* TASK OBJECTIVE: Below are the records. Gather each line that holds "toml".

* MATERIAL TO PROCESS:
* * * * * * *

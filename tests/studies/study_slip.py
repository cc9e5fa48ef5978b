"""Slip: an axis that moves behind its encoder's back; how often the counts tell, by how far it slipped.

python -m tests.studies.study_slip [nights]

Short rehearsals in process: 5 positions, 12 laps; the detector slips once, unseen by its encoder, at a random
moment of the middle half. It is detected when a stand after it is left out by the rule that compares a stand
with the earlier ones at its position; before it, that is a false alarm.
"""

from __future__ import annotations

import logging
import sys
import tempfile
from dataclasses import dataclass
from pathlib import Path

import numpy as np

from daq import open_visits
from daq.records import Quality
from daq.service.equip import Wanted
from daq.service.load import Wishes, load
from daq.service.start import begin
from tests.examples import CONFIGS

SIZES_MM = (0.0, 0.003, 0.01, 0.03, 0.1)
LAPS = 12


@dataclass
class Told:
    """What nights of one size told."""

    nights: int = 0
    detected: int = 0
    false: int = 0
    after: int = 0


def described(folder: Path) -> Path:
    """Write the Lantern measurement with few positions and laps, and return its path."""
    (folder / "rigs").mkdir()
    (folder / "rigs" / "lantern.toml").write_text((CONFIGS / "rigs" / "lantern.toml").read_text())
    text = (CONFIGS / "lantern.toml").read_text()
    for key, value in (("number = 41", "number = 5"), ("laps = 38", f"laps = {LAPS}")):
        assert key in text
        text = text.replace(key, value)
    (folder / "lantern.toml").write_text(text)
    return folder / "lantern.toml"


def night(folder: Path, size_mm: float, seed: int) -> tuple[int, int, int]:
    """Return stands left out before the slip and after it, and stands after it."""
    path = described(folder)
    loaded = load(path, Wishes(seed=seed))
    whole_s = loaded.itinerary().total_s
    at_s = float(np.random.default_rng(seed).uniform(0.25, 0.75)) * whole_s
    if size_mm:
        script = folder / "slip.toml"
        fault = f'kind = "slip"\naxis = "detector"\nat_s = {at_s}\nsize_mm = {size_mm}\nhidden = true\n'
        script.write_text(f"[[fault]]\n{fault}")
        loaded = loaded.with_faults(script)
    run, _ = begin(loaded, folder / "lab", Wanted(transport="direct"))
    visits = open_visits(run)
    late = visits["gate_open_ns"].values > at_s * 1e9
    odd = (visits["quality"].values & int(Quality.FINGERPRINT)) > 0
    stands = len(np.unique(visits["stand"].values[late]))
    return int((odd & ~late).sum()), int((odd & late).sum()), stands


def main(nights: int) -> None:
    """Print how often each size was detected."""
    logging.disable(logging.ERROR)
    for size_mm in SIZES_MM:
        told = Told()
        for seed in range(1, nights + 1):
            with tempfile.TemporaryDirectory() as folder:
                before, after, _ = night(Path(folder), size_mm, seed)
            told.nights += 1
            told.detected += after > 0
            told.false += before > 0
            told.after += after
        print(
            f"slip of {size_mm:5.3f} mm: detected in {told.detected:3} of {told.nights} nights "
            f"({told.after / told.nights:.1f} stands left out after it), false alarms before it {told.false}",
            flush=True,
        )


if __name__ == "__main__":
    main(int(sys.argv[1]) if len(sys.argv) > 1 else 20)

* * * * * * *

* COMPLETED EXERCISE:
    (folder / "rigs" / "lantern.toml").write_text((CONFIGS / "rigs" / "lantern.toml").read_text())
    text = (CONFIGS / "lantern.toml").read_text()
    (folder / "lantern.toml").write_text(text)
    return folder / "lantern.toml"
        script = folder / "slip.toml"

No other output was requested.